===== Material to process

// Intake, complete (issue 7): a technician hands in a radio for someone at the bench through the
// stepper, adds a condition photo (a PNG made here) with its progress bar, sees the tag number, and
// the "Print intake tag" link answers a PDF. The owner's intake e-mail lists serial and accessories.
import { expect, test } from '@playwright/test';
import sharp from 'sharp';
import { DEMO, SCREENSHOTS, signIn, waitForMail } from './support';

test('a technician hands in a radio for a walk-in owner, with a photo, and prints the intake tag', async ({ page }) => {
  // Six steps, an upload, a PDF and a mail: more than the default minute on a busy 2-core machine.
  test.setTimeout(180_000);
  const run = Date.now().toString(36);
  const ownerEmail = `walk-in-${run}@fenmail.example`;
  await signIn(page, DEMO.technician);
  await page.goto('/hand-in');
  await expect(page.getByRole('heading', { name: /hand in equipment/i })).toBeVisible();
  const next = (step: string) => page.getByTestId(`next-${step}`).click();

  // Owner: someone at the bench, with a name and at least one of e-mail or phone.
  await page.getByRole('radio', { name: 'Someone at the bench' }).check();
  await page.getByLabel("Owner's name").fill('Edmund Rushby');
  await next('owner');
  await expect(page.getByText('Give an e-mail address or a phone number, so the bench can reach the owner.')).toBeVisible();
  await page.getByLabel('E-mail', { exact: true }).fill(ownerEmail);
  await page.getByLabel('Phone', { exact: true }).fill('01632 960417');
  await page.getByLabel('Call sign, if any').fill('Q4ERB');
  await next('owner');

  // Equipment.
  await page.getByLabel('Kind of equipment').click();
  await page.getByRole('option', { name: 'Transceiver' }).click();
  await page.getByLabel('Make and model').fill(`Fenwick Heron 100 (${run})`);
  await page.getByLabel('Serial number').fill('FH100-20931');
  await page.getByLabel('Firmware versions, if known').fill('main 1.04, display 2.11');
  await next('equipment');

  // Fault: symptoms to tick and the owner's words.
  await page.getByRole('checkbox', { name: 'Relay clicks, no display' }).check();
  await page.getByLabel("The fault in the owner's words").fill('Relay clicks at power-on; the display stays dark since a power cut.');
  await next('fault');

  // Accessories handed in.
  await page.getByRole('checkbox', { name: 'Power lead' }).check();
  await page.getByRole('checkbox', { name: 'Microphone' }).check();
  await page.getByLabel('Anything else, and its condition').fill('Mic cord taped near the plug.');
  await next('handedIn');

  // Reflash consent beside its caution, and how the owner wants updates.
  await expect(page.getByRole('note', { name: /a reflash can erase/i })).toBeVisible();
  await page.getByRole('checkbox', { name: /agrees to a reflash/i }).check();
  await page.getByRole('radio', { name: 'By e-mail' }).check();
  await next('consent');

  await expect(page.getByText('Edmund Rushby · ' + ownerEmail + ' · 01632 960417')).toBeVisible();
  await page.screenshot({ path: `${SCREENSHOTS}/intake-check.png`, fullPage: true });
  await page.getByRole('button', { name: /hand in and open a ticket/i }).click();

  const tag = (await page.getByTestId('opened-tag').textContent())?.trim() ?? '';
  expect(tag).toMatch(/^RW-\d{4,}$/);

  // A condition photo, made here, through the upload with its progress bar.
  const photo = await sharp({ create: { width: 800, height: 600, channels: 3, background: { r: 16, g: 112, b: 120 } } }).png().toBuffer();
  await page.getByTestId('photo-input').setInputFiles({ name: 'front-panel.png', mimeType: 'image/png', buffer: photo });
  await expect(page.getByRole('img', { name: 'front-panel.png' })).toBeVisible();
  await page.screenshot({ path: `${SCREENSHOTS}/intake-tag-and-photos.png`, fullPage: true });

  // The intake tag link answers a PDF for this technician's session.
  const link = page.getByTestId('intake-tag-link');
  await expect(link).toHaveAttribute('href', `/api/tickets/${tag}/intake-tag.pdf`);
  const pdf = await page.request.get(`/api/tickets/${tag}/intake-tag.pdf`);
  expect(pdf.status()).toBe(200);
  expect(pdf.headers()['content-type']).toMatch(/^application\/pdf/);
  expect((await pdf.body()).subarray(0, 5).toString('latin1')).toBe('%PDF-');

  // The owner's intake e-mail lists the equipment, serial and accessories.
  const mail = await waitForMail(ownerEmail, new RegExp(`Ticket ${tag} opened`));
  expect(mail.text).toContain('Serial number: FH100-20931');
  expect(mail.text).toContain('Accessories handed in: Power lead, Microphone');

  // The ticket page shows the intake section, its photo and the print link.
  await page.goto(`/tickets/${tag}`);
  await expect(page.getByText('Relay clicks, no display', { exact: true })).toBeVisible({ timeout: 30_000 });
  await expect(page.getByRole('img', { name: 'front-panel.png' })).toBeVisible();
  await page.screenshot({ path: `${SCREENSHOTS}/ticket-intake-section.png`, fullPage: true });

  // Take it on to Diagnosis, so the Intake lane stays as short as the other browser tests expect.
  await page.getByRole('button', { name: 'Move to Diagnosis' }).click();
  await expect(page.locator('.timeline')).toContainText(/moved it\s+from Intake\s+to Diagnosis/, { timeout: 30_000 });
});
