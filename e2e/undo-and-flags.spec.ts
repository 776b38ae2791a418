// Moves, undo and board flags (issue 7) in the browser: a technician moves a card, undoes it from
// the snack bar (the card is back and the owner gets no mail about it), sends a ticket back to
// the lane it came from with a note, marks parts on order (a chip with words) and takes a
// ticket from the card's menu. Screenshots of each step are saved with the others.
import { expect, test, type Page } from '@playwright/test';
import { DEMO, MAIL_URL, SCREENSHOTS, signIn, waitForMail } from './support';

/** Hands a ticket in at the bench through the API, as the signed-in technician of `page`. */
async function handIn(page: Page, makeModel: string, ownerEmail: string, notifyByEmail: boolean): Promise<string> {
  const xsrf = (await page.context().cookies()).find((c) => c.name === 'XSRF-TOKEN')?.value ?? '';
  const res = await page.request.post('/api/tickets', {
    headers: { 'X-XSRF-TOKEN': xsrf },
    data: {
      equipmentKind: 'transceiver',
      makeModel,
      units: ['main body'],
      faultReported: 'No transmit on any band.',
      accessories: ['DC lead'],
      reflashConsent: true,
      notifyByEmail,
      owner: { name: 'Wenna Pollard', email: ownerEmail, callSign: 'Q6WP' },
    },
  });
  expect(res.status(), await res.text()).toBe(201);
  return (await res.json()).tag as string;
}

async function mailSubjects(address: string): Promise<string[]> {
  const res = await fetch(`${MAIL_URL}/api/email?to.address=${encodeURIComponent(address)}`);
  return ((await res.json()) as { subject: string }[]).map((m) => m.subject);
}

const card = (page: Page, lane: string, tag: string) => page.locator(`[data-lane="${lane}"] [data-tag="${tag}"]`);

async function menuItem(page: Page, tag: string, name: RegExp) {
  await page.locator(`[data-tag="${tag}"] .card-menu`).click();
  await page.getByRole('menuitem', { name }).click();
}

test('undo a move from the snack bar (no mail), send a ticket back with a note, parts on order, assign to me', async ({ page }) => {
  test.setTimeout(90_000);
  await page.setViewportSize({ width: 1400, height: 900 });
  await signIn(page, DEMO.technician);
  const run = Date.now().toString(36);
  const owner = `wenna.${run}@fenmail.example`;
  const tag = await handIn(page, `Saltmead Curlew ${run}`, owner, true);
  await waitForMail(owner, new RegExp(`Ticket ${tag} opened`));

  await page.goto('/board');
  await expect(page.locator('.live-status')).toContainText('Live');
  await expect(card(page, 'intake', tag)).toBeVisible();

  // Move it, then Undo from the snack bar: the card is back in Intake.
  await menuItem(page, tag, /^Move to Diagnosis$/);
  await expect(card(page, 'diagnosis', tag)).toBeVisible();
  const snack = page.locator('.mat-mdc-snack-bar-container');
  await expect(snack).toContainText(`${tag} moved to Diagnosis.`);
  await page.screenshot({ path: `${SCREENSHOTS}/board-undo-offered.png` });
  await snack.getByRole('button', { name: 'Undo' }).click();
  await expect(card(page, 'intake', tag)).toBeVisible();
  await expect(page.locator('.mat-mdc-snack-bar-container')).toContainText(`Move undone: ${tag} is back in Intake.`);

  // The owner hears nothing of it: past the grace period (10 s) and a few worker sweeps, still no move mail.
  await page.waitForTimeout(14_000);
  expect((await mailSubjects(owner)).filter((s) => s.includes('has moved to'))).toEqual([]);

  // Move it again (it stays), then send it back to Intake with a note.
  await menuItem(page, tag, /^Move to Diagnosis$/);
  await expect(card(page, 'diagnosis', tag)).toBeVisible();
  await menuItem(page, tag, /Send back to Intake/);
  const dialog = page.getByRole('dialog');
  await expect(dialog).toContainText('Say why it goes back to Intake in the note.');
  await dialog.getByLabel('Note for the timeline').fill('Serial number missing from the intake: check the label.');
  await page.screenshot({ path: `${SCREENSHOTS}/board-send-back-note.png` });
  await dialog.getByRole('button', { name: 'Send back to Intake' }).click();
  await expect(card(page, 'intake', tag)).toBeVisible();

  // Parts on order: a chip with words on the card.
  await menuItem(page, tag, /Mark parts on order/);
  await expect(card(page, 'intake', tag).locator('rw-flag-chip[data-flag="parts_on_order"]')).toHaveText(/Parts on order/);

  // Another ticket nobody has taken: assign it to me from its menu.
  const second = await handIn(page, `Saltmead Whimbrel ${run}`, `wenna2.${run}@fenmail.example`, false);
  await expect(card(page, 'intake', second)).toBeVisible();
  await menuItem(page, second, /Assign to me/);
  await expect(card(page, 'intake', second)).toContainText('Technician:');
  await expect(card(page, 'intake', second).locator('.card-tech')).not.toBeEmpty();
  await page.screenshot({ path: `${SCREENSHOTS}/board-flags-and-assignment.png` });

  // The ticket page tells the story: the undone move, the send-back with its note, the flag.
  await page.goto(`/tickets/${tag}`);
  const timeline = page.locator('.timeline');
  await expect(timeline).toContainText('undid the move, back to Intake');
  await expect(timeline).toContainText('Serial number missing from the intake');
  await expect(timeline).toContainText('marked parts on order');
  await expect(page.locator('rw-ticket-bench rw-flag-chip[data-flag="parts_on_order"]')).toBeVisible();
  await page.screenshot({ path: `${SCREENSHOTS}/ticket-on-the-bench.png`, fullPage: true });
});
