// /api/tickets/:tag/notes: notes with their audience. Everyone who may see the ticket reads its
// notes (members: only those for the owner); technicians and admins write them.
import { Router, type Request } from 'express';
import type { AppDeps } from '../../deps';
import { parseInput } from '../../errors';
import { currentUser, requireRole, requireSignedIn } from '../auth/guards';
import { ticketPathParams } from '../tickets/tickets.schemas';
import { noteListSchema, noteSchema } from './notes.schemas';
import { addNote, listNotes } from './notes.service';

const tagOf = (req: Request) => parseInput(ticketPathParams, req.params).tag;

/** Mounted at /api/tickets/:tag/notes. */
export function createNotesRouter(deps: Pick<AppDeps, 'sequelize' | 'config' | 'clock'>): Router {
  const router = Router({ mergeParams: true });
  router.use(requireSignedIn);

  router.get('/', async (req, res) => {
    const query = parseInput(noteListSchema, req.query);
    res.json(await listNotes(deps, currentUser(req), { tag: tagOf(req), ...query }));
  });

  router.post('/', requireRole('technician', 'admin'), async (req, res) => {
    const tag = tagOf(req);
    const input = parseInput(noteSchema, req.body);
    res.status(201).json(await addNote(deps, currentUser(req), { tag, ...input }));
  });

  return router;
}
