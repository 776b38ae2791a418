// Paying a ticket's balance, end to end: a member hands in equipment, the bench adds a charge, the
// member pays the balance on the local payment fake's test checkout page with the published test
// card, comes back to the ticket and sees it paid (the fake's signed webhook reached the API); the
// payout runs; the treasurer sees the payment matched in the month and downloads the CSV.
import { readFileSync } from 'node:fs';
import { expect, request, test, type APIRequestContext } from '@playwright/test';
import { DEMO, SCREENSHOTS, signIn } from './support';

const PAY_URL = process.env.RW_E2E_PAY_URL ?? 'http://127.0.0.1:4311';
const TREASURER = { email: 'treasurer@kestrelfen.example', password: 'bench-demo-treasurer' };

/** An API client signed in as `who`, sending the anti-forgery header on every change. */
async function apiAs(baseURL: string, who: { email: string; password: string }) {
  const api: APIRequestContext = await request.newContext({ baseURL });
  const token = async () => (await api.storageState()).cookies.find((c) => c.name === 'XSRF-TOKEN')?.value ?? '';
  await api.get('/api/auth/session');
  const signedIn = await api.post('/api/auth/sign-in', { headers: { 'X-XSRF-TOKEN': await token() }, data: who });
  expect(signedIn.status()).toBe(200);
  return { api, post: async (url: string, data: object) => api.post(url, { headers: { 'X-XSRF-TOKEN': await token() }, data }) };
}

test('a member pays a ticket\'s balance on the test checkout page; the treasurer sees it matched and exports the month', async ({ page, browser, baseURL }) => {
  // The member's ticket, and a diagnosis charge added by the bench.
  const member = await apiAs(baseURL!, DEMO.member);
  const opened = await member.post('/api/tickets', {
    equipmentKind: 'transceiver', makeModel: `Fenwick Snipe 7 e2e ${Date.now().toString(36)}`, units: ['main body'],
    faultReported: 'No receive on 2 m after a lightning storm.', accessories: ['DC lead'], reflashConsent: false, notifyByEmail: true,
  });
  expect(opened.status()).toBe(201);
  const { tag } = await opened.json();
  const tech = await apiAs(baseURL!, DEMO.technician);
  const fees = await (await tech.api.get('/api/fees')).json();
  const diagnosis = fees.items.find((i: { code: string }) => i.code === 'diagnosis');
  const charged = await tech.post(`/api/tickets/${tag}/ledger/charges`, { feeItemId: diagnosis.id, quantity: 1 });
  expect(charged.status()).toBe(201);
  const due = (await charged.json()).balance as number;
  expect(due).toBe(diagnosis.current.memberPrice); // the member rate of the seeded schedule (500 pence)

  // The member pays on the provider's (fake) hosted page with the published success card.
  await signIn(page, DEMO.member);
  await page.goto(`/tickets/${tag}`);
  await expect(page.getByTestId('balance')).toContainText('Balance due: £5.00');
  await page.screenshot({ path: `${SCREENSHOTS}/payments-balance-due.png`, fullPage: true });
  await page.getByRole('button', { name: 'Pay £5.00 online' }).click();
  await expect(page).toHaveURL(new RegExp(`^${PAY_URL}/checkout/cs_test_`));
  await expect(page.getByTestId('amount')).toHaveText('£5.00');
  await page.getByLabel('Card number').fill('4242 4242 4242 4242');
  await page.screenshot({ path: `${SCREENSHOTS}/payments-test-checkout.png`, fullPage: true });
  await page.getByRole('button', { name: 'Pay £5.00' }).click();

  // Back on the ticket: paid once the signed webhook has arrived.
  await expect(page).toHaveURL(new RegExp(`/tickets/${tag}\\?payment=done`));
  await expect(page.getByTestId('balance')).toContainText('Paid: nothing is owed', { timeout: 30_000 });
  await expect(page.getByTestId('payment')).toHaveCount(1);
  await expect(page.getByTestId('payment')).toContainText('£5.00 Card');
  await expect(page.getByRole('link', { name: 'Receipt (PDF)' })).toBeVisible();
  await page.screenshot({ path: `${SCREENSHOTS}/payments-paid.png`, fullPage: true });

  // The provider's daily payout (run now), then the treasurer's month.
  const payouts = await fetch(`${PAY_URL}/_fake/payouts`, { method: 'POST' });
  expect(payouts.status).toBe(200);
  const context = await browser.newContext();
  const desk = await context.newPage();
  await signIn(desk, TREASURER);
  await desk.goto('/treasurer/month');
  await expect(desk.getByRole('heading', { name: 'Reconciliation' })).toBeVisible();
  const row = desk.getByTestId('payments').getByRole('row').filter({ hasText: tag });
  await expect(row).toContainText('Matched');
  await expect(row).toContainText('£5.00');
  await expect(row).toContainText('po_test_');
  await desk.screenshot({ path: `${SCREENSHOTS}/payments-reconciliation.png`, fullPage: true });

  const [download] = await Promise.all([desk.waitForEvent('download'), desk.getByTestId('csv').click()]);
  expect(download.suggestedFilename()).toMatch(/^rigwright-\d{4}-\d{2}\.csv$/);
  const csv = readFileSync((await download.path())!, 'utf8');
  const line = csv.split('\r\n').find((l) => l.startsWith('payment,') && l.includes(tag));
  expect(line, csv).toBeTruthy();
  expect(line).toContain(',card,');
  expect(line).toContain(',5.00,0.28,4.72,'); // 500 × 1.5% = 7.5 → 8, + 20 = 28 pence fee (the fake's published-style rate)
  expect(line).toMatch(/,yes,/);
  await context.close();
  await member.api.dispose();
  await tech.api.dispose();
});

==========

Task requirements: Return every line of the listing that has the word "toString" in it.

Solution to the exercise:
  const run = Date.now().toString(36);
  expect((await pdf.body()).subarray(0, 5).toString('latin1')).toBe('%PDF-');
  const run = Date.now().toString(36);
    equipmentKind: 'transceiver', makeModel: `Fenwick Snipe 7 e2e ${Date.now().toString(36)}`, units: ['main body'],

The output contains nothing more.